The life in question is Drumm's, a cranky civil servant, who in his spare
time gives walking tours of Dalkey, the coastal Dublin suburb where he lives.
He calls it "a town, in the Catholic sense the Protestants call it a village" with
"600 persons per public house." He has just been told that he has six months
to live. When his doctor suggests a hospital stay, Drumm refuses "only a
fool dedicates himself to medical science before death."

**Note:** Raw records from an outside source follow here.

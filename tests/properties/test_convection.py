"""Tests of fvsolver.properties.convection."""
from __future__ import annotations

import warnings

import numpy as np
import pytest
from ht.conv_free_immersed import Nu_sphere_Churchill

from fvsolver.errors import PropertyError
from fvsolver.properties import convection, moist_air
from fvsolver.properties.fluids import PropertyRangeWarning


@pytest.mark.parametrize("Pr", [0.7, 0.71, 5.0, 100.0])
def test_natural_nusselt_matches_ht_churchill(Pr):
    # Reference: ht 1.2.0 conv_free_immersed.Nu_sphere_Churchill(Pr, Gr). It multiplies the Ra term by
    # {1 + 7.44e-8 Ra / [1 + (0.469/Pr)^(9/16)]^(16/9)}^(1/12), a transition term absent from the plain
    # 1983 laminar form; below Ra = 2e6 that factor stays under 1.004, so 1 % covers it.
    Ra = np.array([1e1, 1e3, 3e4, 1.5e6, 2e6])
    reference = np.array([Nu_sphere_Churchill(Pr, ra / Pr) for ra in Ra])
    np.testing.assert_allclose(convection.nusselt_sphere_natural(Ra, Pr), reference, rtol=1e-2)
    # With that factor divided out the two must agree to rounding, over the whole laminar range.
    Ra = np.logspace(0, 11, 12)
    denominator = 1.0 + (0.469 / Pr) ** (9 / 16)
    factor = (1.0 + 7.44e-8 * Ra / denominator ** (16 / 9)) ** (1 / 12)
    reference = np.array([Nu_sphere_Churchill(Pr, ra / Pr) for ra in Ra])
    np.testing.assert_allclose(2.0 + (convection.nusselt_sphere_natural(Ra, Pr) - 2.0) * factor, reference,
                               rtol=1e-12)


def test_natural_nusselt_limits_and_errors():
    assert convection.nusselt_sphere_natural(0.0, 0.71) == 2.0
    with pytest.raises(PropertyError, match="Pr = 0.5 received"):
        convection.nusselt_sphere_natural(1e4, 0.5)
    with pytest.raises(PropertyError, match="Ra = 1e"):
        convection.nusselt_sphere_natural(1e12, 0.71)
    with pytest.raises(PropertyError, match="Ra = -1 received"):
        convection.nusselt_sphere_natural(-1.0, 0.71)


def test_whitaker_hand_evaluation():
    # Hand evaluation of the published form at Re = 1000, Pr = 0.71, mu/mu_s = 1:
    # 0.4 * 1000^0.5 = 12.6491, 0.06 * 1000^(2/3) = 6.0, 0.71^0.4 = 0.871972, Nu = 2 + 18.6491 * 0.871972.
    assert convection.nusselt_sphere_forced(1000.0, 0.71) == pytest.approx(2.0 + 18.6491 * 0.871972, rel=1e-5)
    assert convection.nusselt_sphere_forced(0.0, 0.71) == 2.0


def test_whitaker_incropera_example():
    # Incropera, DeWitt, Bergman, Lavine, Fundamentals of Heat and Mass Transfer, 6th ed., Example 7.7
    # (from memory): 10 mm sphere at ~328 K in 296 K air at 10 m/s; Re = 6510, Pr = 0.709,
    # mu = 181.6e-7, mu_s = 197.8e-7 Pa s, k = 0.0258 W/(m K) give Nu = 47.4 and h = 122 W/(m2 K).
    nu = convection.nusselt_sphere_forced(6510.0, 0.709, 181.6 / 197.8)
    assert nu == pytest.approx(47.4, abs=0.1)
    # Same case with this package's air properties (Incropera's table values differ by ~1 %).
    result = convection.sphere_convection(0.01, 328.0, 296.0, 101325.0, 10.0, "forced")
    assert result.h == pytest.approx(122.0, rel=3e-2)
    assert result.Re == pytest.approx(6510.0, rel=2e-2)


def test_whitaker_warns_only_outside_its_range():
    with warnings.catch_warnings():
        warnings.simplefilter("error")
        convection.nusselt_sphere_forced(np.array([0.0, 1.0, 3.0, 100.0, 7.6e4]), 0.707)
    with pytest.warns(PropertyRangeWarning, match="Re up to 100000"):
        value = convection.nusselt_sphere_forced(1e5, 0.71)
    assert np.isfinite(value) and value > 2.0
    with pytest.warns(PropertyRangeWarning, match="Pr = 0.5"):
        convection.nusselt_sphere_forced(100.0, 0.5)
    with pytest.raises(PropertyError, match="Re = -5 received"):
        convection.nusselt_sphere_forced(-5.0, 0.71)


def test_mixed_combination():
    nf = np.array([0.0, 2.0, 8.0, 30.0])
    nn = np.array([8.0, 8.0, 8.0, 8.0])
    mixed = convection.nusselt_mixed(nf, nn)
    assert mixed[0] == pytest.approx(8.0, rel=1e-14)
    assert mixed[2] == pytest.approx(8.0 * 2.0 ** (1 / 3), rel=1e-14)
    # Cube roots round, so "never below the larger part" is checked to 1e-12.
    assert np.all(mixed >= np.maximum(nf, nn) * (1 - 1e-12)) and np.all(mixed <= nf + nn)


def test_device_scale_natural_and_radiation():
    # Common practice: a 4 cm sphere 5 K below 25 C still air has h ~ 5 W/(m2 K), and black-ish
    # radiation (eps 0.9) adds about as much; both checked in a 3-7 W/(m2 K) band.
    natural = convection.sphere_convection(0.04, 293.15, 298.15, 101325.0, 0.0, "natural")
    assert 3.0 < natural.h < 7.0
    assert natural.Nu == pytest.approx(natural.h * 0.04 / moist_air.air_thermal_conductivity(295.65), rel=1e-12)
    assert natural.T_film == pytest.approx(295.65)
    h_rad = convection.radiation_coefficient(0.9, 293.15, 298.15)
    assert 3.0 < h_rad < 7.0


def test_forced_increases_with_speed_and_mixed_dominates():
    speeds = np.array([0.0, 0.05, 0.2, 0.5, 1.0, 2.0, 5.0])
    forced = convection.sphere_convection(0.04, 293.15, 298.15, 101325.0, speeds, "forced")
    natural = convection.sphere_convection(0.04, 293.15, 298.15, 101325.0, speeds, "natural")
    mixed = convection.sphere_convection(0.04, 293.15, 298.15, 101325.0, speeds, "mixed")
    assert np.all(np.diff(forced.h) > 0.0)
    assert np.all(mixed.h >= np.maximum(forced.h, natural.h) * (1 - 1e-12))
    assert mixed.h.shape == speeds.shape and mixed.mode == "mixed"


def test_humid_surface_weakens_buoyancy_of_a_cooled_sphere():
    # Moist air at the wet, cooler surface is lighter, opposing the thermal buoyancy of the cold air.
    dry = convection.sphere_convection(0.04, 293.15, 298.15, 101325.0, 0.0, "natural")
    p_surface = 2339.0
    p_air = 0.5 * 3169.0
    humid = convection.sphere_convection(0.04, 293.15, 298.15, 101325.0, 0.0, "natural",
                                         p_vapour_surface=p_surface, p_vapour_air=p_air)
    assert humid.Ra < dry.Ra and humid.h < dry.h


def test_mass_transfer_coefficient_chilton_colburn():
    T, p = 295.0, 101325.0
    h_m = convection.mass_transfer_coefficient(5.0, T, p)
    # The analogy in dimensionless form: Sh / Nu = (Sc / Pr)^(1/3).
    d_v = moist_air.water_vapour_diffusivity(T, p)
    k = moist_air.air_thermal_conductivity(T)
    nu = moist_air.air_kinematic_viscosity(T, p)
    sc = nu / d_v
    pr = nu / moist_air.air_thermal_diffusivity(T, p)
    assert (h_m / d_v) / (5.0 / k) == pytest.approx((sc / pr) ** (1 / 3), rel=1e-12)
    assert 3e-3 < h_m < 6e-3
    given = convection.mass_transfer_coefficient(5.0, T, p, lewis=1.0)
    rho_cp = moist_air.air_density(T, p) * moist_air.air_heat_capacity(T, p)
    assert given == pytest.approx(5.0 / rho_cp, rel=1e-14)


def test_radiation_coefficient_linearises_exactly():
    t_s = np.array([280.0, 300.0, 350.0])
    t_sur = 295.0
    h_rad = convection.radiation_coefficient(0.8, t_s, t_sur)
    np.testing.assert_allclose(h_rad * (t_s - t_sur),
                               0.8 * convection.STEFAN_BOLTZMANN * (t_s**4 - t_sur**4), rtol=1e-12)


@pytest.mark.parametrize("call, pattern", [
    (lambda: convection.sphere_convection(0.04, 293.0, 298.0, 101325.0, 0.0, "free"), "mode = 'free'"),
    (lambda: convection.sphere_convection(-0.04, 293.0, 298.0, 101325.0), "diameter = -0.04"),
    (lambda: convection.sphere_convection(0.04, 20.0, 298.0, 101325.0), "T_surface = 20"),
    (lambda: convection.radiation_coefficient(1.5, 300.0, 290.0), "emissivity = 1.5"),
    (lambda: convection.mass_transfer_coefficient(5.0, 300.0, 101325.0, lewis=0.0), "lewis = 0"),
])
def test_invalid_arguments_raise(call, pattern):
    with pytest.raises(PropertyError, match=pattern):
        call()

Chronicling the relationship between Drumm, his wife and their on-again,
off-again best friends, Leonard acutely depicts the small-town aesthetic where
grudges are held and remembered for years. Intermittent flashback sequences
lay down the psychology for the quartet's lifelong complicated relationship
that extends far beyond their shared cups of tea. Reflecting upon his life
and his friends and his many mistakes, Drumm prefers to lay blame at any door
rather than his own.
Weaver's portrayal of the unloveable Drumm, while studied, makes you want to
kill the character before his six months are up. The cast also includes Paddy
Croft and Jarlath Conroy, who, like Weaver and Flanagan, are both acclaimed
veteran performers. Their affection for Drumm in his younger or older
incarnations is baffling, with no clues readily apparent in either script or
onstage characterizations. The younger players, David Costelloe, Heather
O'Neill, John Keating and Derdriu Ring, mimic their older selves well although
they play their roles with an exaggerated naivete forsaking the sexual
tensions and passions of youth. Overall, the performances play to the
audience and lack the sense of intimacy Leonard so exactingly captures in his
script.
The staging intermingles the two time periods without a lighting change or
other theatrical divide, undercutting the potential magic of revealing memory
on stage. Linda Fisher's costumes for the older characters, however, perfectly
capture Irish grannies of a certain era. Although reveling in the
cantankerous intellectual sarcasm that anyone with an Irish uncle will
appreciate, this play about missed opportunities, while enjoyable, is in
itself a bit of a missed opportunity in its present incarnation at the Irish
Rep.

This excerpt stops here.